• WHAT YOU NEED TO DO
Your answer should be every line from the records that contains "next".

• DATA EXCERPTS
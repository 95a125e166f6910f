#!/usr/bin/python3
"""test_http.py: gritlined's HTTP server against gritline-sim, read with curl and promtool.

gritline-sim plays sg4 (conf/scenarios/demo.ini at 60x), gritlined runs with
conf/demo.conf and a [metrics] section on a free port of 127.0.0.1. References
outside the project: `promtool check metrics` (Debian's prometheus package) judges
the exposition text and its naming; curl speaks HTTP; Python's json reads the
status; /proc/net/tcp (Linux proc(5)) shows what the socket is bound to; the
methods and codes follow RFC 9110 (405 with Allow, section 15.5.6).
"""
import json
import os
import re
import signal
import socket
import subprocess
import time
import unittest

from plantharness import (GRITLINED, DEMO_CONF, ROOT, Daemon, Workdir, curl, demo_config, free_port, metric, metrics,
                          start_sim, status, wait_until)

EX_CONFIG = 78  # <sysexits.h>


def control(path, request, timeout=5):
    """One request on the daemon's control socket (docs: the control protocol); one line back."""
    with socket.socket(socket.AF_UNIX, socket.SOCK_STREAM) as s:
        s.settimeout(timeout)
        s.connect(path)
        s.sendall(request.encode() + b"\n")
        data = b""
        while not data.endswith(b"\n"):
            chunk = s.recv(65536)
            if not chunk:
                break
            data += chunk
    return data.decode()


def listening(port):
    """Local addresses listening on port, from /proc/net/tcp and tcp6 (state 0A = LISTEN)."""
    found = []
    for name in ("/proc/net/tcp", "/proc/net/tcp6"):
        with open(name, encoding="ascii") as f:
            next(f)
            for line in f:
                local, state = line.split()[1], line.split()[3]
                addr, p = local.split(":")
                if int(p, 16) == port and state == "0A":
                    found.append(addr)
    return found


def documented_metrics():
    """The metric names of the tables of docs/metrics.md."""
    with open(os.path.join(ROOT, "docs", "metrics.md"), encoding="utf-8") as f:
        rows = [l for l in f if l.startswith("| `gritline_")]
    return set(n for l in rows for n in re.findall(r"`(gritline_\w+)`", l.split("|")[1]))


class Served(unittest.TestCase):
    @classmethod
    def setUpClass(cls):
        cls.work = Workdir()
        cls.sim = start_sim(cls.work)
        cls.port = free_port()
        cls.conf = demo_config(cls.work, cls.sim.port, cls.port)
        cls.daemon = Daemon(cls.work, cls.conf)
        wait_until("two passes", lambda: (metric(metrics(cls.port)[0], "gritline_passes_total") or 0) >= 2
                   if listening(cls.port) else None, 30)

    @classmethod
    def tearDownClass(cls):
        try:
            assert cls.daemon.stop() == 0
        finally:
            cls.sim.stop()
            cls.work.close()

    def test_metrics_pass_promtool(self):
        code, head, body = curl("http://127.0.0.1:%d/metrics" % self.port)
        self.assertEqual(code, 200)
        self.assertRegex(head, r"(?i)content-type: text/plain; version=0\.0\.4")
        r = subprocess.run(["promtool", "check", "metrics"], input=body, capture_output=True, timeout=20)
        # promtool prints its lint findings (names, units, _total) and fails on a bad text.
        self.assertEqual(r.returncode, 0, r.stdout.decode() + r.stderr.decode())
        self.assertEqual(r.stdout.decode().strip() + r.stderr.decode().strip(), "")

    def test_metrics_agree_with_the_status(self):
        # A pass may end between two reads: take a pair that saw the same pass.
        for _ in range(20):
            before, _ = metrics(self.port)
            st = status(self.port)
            after, _ = metrics(self.port)
            n = metric(before, "gritline_last_pass_number")
            if st["last_pass"] and n == st["last_pass"]["pass"] == metric(after, "gritline_last_pass_number"):
                break
            time.sleep(0.2)
        else:
            self.fail("no quiet moment between passes")
        p = st["last_pass"]
        self.assertEqual(metric(before, "gritline_info", version=st["version"], job="plate-1200",
                                wheel="cx60-vitrified"), 1)
        if p["aggressiveness"] is not None:
            self.assertAlmostEqual(metric(before, "gritline_last_pass_aggressiveness"), p["aggressiveness"], 6)
            # J/mm^3 to J/m^3: 1 mm^3 = 1e-9 m^3.
            self.assertAlmostEqual(metric(before, "gritline_last_pass_specific_energy_joules_per_cubic_meter") / 1e9,
                                   p["specific_energy_j_mm3"], 6)
        self.assertEqual(metric(before, "gritline_controller_connected"), 1)
        self.assertLess(metric(before, "gritline_last_sample_age_seconds"), 5.0)
        self.assertAlmostEqual(metric(before, "gritline_wheel_surface_speed_meters_per_second"), 25.1, delta=0.2)
        self.assertEqual(metric(before, "gritline_aggressiveness_window", bound="low"), st["window"]["low"])
        self.assertGreaterEqual(metric(before, "gritline_passes_total"), p["pass"])
        self.assertGreaterEqual(metric(before, "gritline_modbus_requests_total"), metric(before, "gritline_polls_total"))
        # Counters only go up; the daemon polls every 10 ms and hands a snapshot over every 0.25 s.
        time.sleep(0.6)
        later, _ = metrics(self.port)
        self.assertGreater(metric(later, "gritline_polls_total"), metric(before, "gritline_polls_total"))
        for kind in st["conditions"]:
            self.assertEqual(metric(before, "gritline_condition_active", kind=kind), 1)
        self.assertIsNone(metric(before, "gritline_mqtt_connected"), "MQTT is off: no MQTT series")

    def test_every_metric_is_documented(self):
        _, text = metrics(self.port)
        exposed = set(re.findall(r"^# TYPE (\w+) ", text, re.M))
        documented = documented_metrics()
        self.assertEqual(exposed, set(n for n in documented if not n.startswith("gritline_mqtt_")))

    def test_status_json(self):
        code, head, body = curl("http://127.0.0.1:%d/status.json" % self.port)
        self.assertEqual(code, 200)
        self.assertRegex(head, r"(?i)content-type: application/json")
        st = json.loads(body)
        self.assertEqual((st["machine"], st["job"], st["wheel"], st["mode"]), ("sg4", "plate-1200", "cx60-vitrified",
                                                                           "live"))
        # The same object as the control socket's status.
        sock = json.loads(control(self.work.file("sg4.sock"), "status"))
        self.assertEqual(set(sock), set(st))

    def test_get_only(self):
        for method in ("POST", "PUT", "DELETE", "PATCH", "OPTIONS"):
            code, head, _ = curl("http://127.0.0.1:%d/metrics" % self.port, "-X", method, "--data", "x")
            self.assertEqual(code, 405, method)
            self.assertRegex(head, r"(?im)^allow: GET$")
        code, _, _ = curl("http://127.0.0.1:%d/" % self.port, "-I")  # HEAD
        self.assertEqual(code, 405)
        code, _, _ = curl("http://127.0.0.1:%d/etc/passwd" % self.port)
        self.assertEqual(code, 404)
        code, head, body = curl("http://127.0.0.1:%d/" % self.port)
        self.assertEqual(code, 200)
        self.assertRegex(head, r"(?i)content-type: text/html; charset=utf-8")
        self.assertIn(b"<!DOCTYPE html>", body)

    def test_bound_to_loopback_only(self):
        self.assertEqual(listening(self.port), ["0100007F"])  # 127.0.0.1, little-endian hex

    def test_slow_clients_do_not_stop_the_poll_loop(self):
        hold = []
        try:
            for _ in range(24):
                s = socket.create_connection(("127.0.0.1", self.port), timeout=2)
                s.sendall(b"GET /metr")  # and never more
                hold.append(s)
            sock = self.work.file("sg4.sock")
            polls0 = json.loads(control(sock, "status"))["polls"]
            time.sleep(1.0)
            polls1 = json.loads(control(sock, "status"))["polls"]
            self.assertGreater(polls1 - polls0, 50, "the poll loop should go on at 100 polls/s")
        finally:
            for s in hold:
                s.close()
        wait_until("the server answering again", lambda: curl("http://127.0.0.1:%d/metrics" % self.port)[0] == 200,
                   15, 0.5)

    def test_zz_reload_moves_the_server(self):
        new_port = free_port()
        with open(self.conf, encoding="utf-8") as f:
            text = f.read()
        with open(self.conf, "w", encoding="utf-8") as f:
            f.write(text.replace("[metrics]\nport = %d\n" % self.port, "[metrics]\nport = %d\n" % new_port))
        old_port, type(self).port = self.port, new_port
        self.daemon.proc.send_signal(signal.SIGHUP)
        wait_until("the new port", lambda: listening(new_port), 10)
        self.assertEqual(status(new_port)["machine"], "sg4")
        self.assertEqual(listening(old_port), [])


class DocsExamples(unittest.TestCase):
    """The Prometheus configuration and rules of docs/metrics.md, checked by promtool."""

    def test_scrape_config_and_rules(self):
        with open(os.path.join(ROOT, "docs", "metrics.md"), encoding="utf-8") as f:
            blocks = re.findall(r"^```yaml\n(.*?)^```$", f.read(), re.M | re.S)
        config = next(b for b in blocks if "scrape_configs:" in b)
        rules = next(b for b in blocks if "groups:" in b)
        work = Workdir()
        try:
            with open(work.file("prometheus.yml"), "w", encoding="utf-8") as f:
                f.write(config)
            with open(work.file("gritline-rules.yml"), "w", encoding="utf-8") as f:
                f.write(rules)
            r = subprocess.run(["promtool", "check", "rules", work.file("gritline-rules.yml")], capture_output=True,
                               text=True, timeout=20)
            self.assertEqual(r.returncode, 0, r.stdout + r.stderr)
            r = subprocess.run(["promtool", "check", "config", work.file("prometheus.yml")], capture_output=True,
                               text=True, timeout=20)
            self.assertEqual(r.returncode, 0, r.stdout + r.stderr)
            # The rules use documented names only.
            self.assertLessEqual(set(re.findall(r"\b(gritline_\w+)", rules)), documented_metrics())
        finally:
            work.close()


class Config(unittest.TestCase):
    """The [metrics] and [mqtt] keys: typed, bounded, refused with file:line (exit 78)."""

    def check(self, text):
        work = Workdir()
        try:
            with open(DEMO_CONF, encoding="utf-8") as f:
                demo = f.read()
            path = work.file("g.conf")
            with open(path, "w", encoding="utf-8") as f:
                f.write(demo + text)
            r = subprocess.run([GRITLINED, "--check-config", path], capture_output=True, text=True, timeout=10)
            return r, path, demo.count("\n")
        finally:
            work.close()

    def test_defaults(self):
        r = subprocess.run([GRITLINED, "--check-config", DEMO_CONF], capture_output=True, text=True, timeout=10)
        self.assertEqual(r.returncode, 0, r.stderr)
        self.assertIn("[metrics]\nlisten = 127.0.0.1\nport = 9641\n", r.stdout)
        self.assertIn("[mqtt]\nenabled = no\nhost = 127.0.0.1\nport = 1883\nclient_id = gritline-sg4\n"
                      "topic_prefix = gritline/sg4\n", r.stdout)

    def test_errors_name_file_line_section_and_key(self):
        cases = [
            ("\n[metrics]\nlisten = localhost\n", 3, "[metrics] listen: not a numeric IPv4 or IPv6 address"),
            ("\n[metrics]\nport = 70000\n", 3, "[metrics] port: must be between 0 and 65535"),
            ("\n[mqtt]\nenabled = true\n", 3, "[mqtt] enabled: expected yes or no"),
            ("\n[mqtt]\ntopic_prefix = plant/#\n", 3, "[mqtt] topic_prefix"),
            ("\n[mqtt]\ntopic_prefix = /plant\n", 3, "[mqtt] topic_prefix"),
            ("\n[mqtt]\nqos_passes = 3\n", 3, "[mqtt] qos_passes: must be between 0 and 2"),
            ("\n[mqtt]\npassword_file = relative.txt\n", 3, "[mqtt] password_file: must be an absolute path"),
            ("\n[mqtt]\nusername = sg4\nbogus = 1\n", 4, "[mqtt] unknown key \"bogus\""),
            ("\n[mqtt]\npassword_file = /etc/gritline/mqtt.secret\n", 2, "[mqtt] password_file: needs a username"),
            ("\n[mqtt]\nreconnect_min_s = 60\nreconnect_max_s = 10\n", 2,
             "[mqtt] reconnect_max_s: must not be below reconnect_min_s"),
        ]
        for text, line, words in cases:
            r, path, base = self.check(text)
            self.assertEqual(r.returncode, EX_CONFIG, text)
            self.assertEqual(r.stderr.count("\n"), 1, r.stderr)
            self.assertTrue(r.stderr.startswith("gritlined: %s:%d: " % (path, base + line)), (text, r.stderr))
            self.assertIn(words, r.stderr)


if __name__ == "__main__":
    unittest.main()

• ANSWER TO THIS TASK
            next(f)
        config = next(b for b in blocks if "scrape_configs:" in b)
        rules = next(b for b in blocks if "groups:" in b)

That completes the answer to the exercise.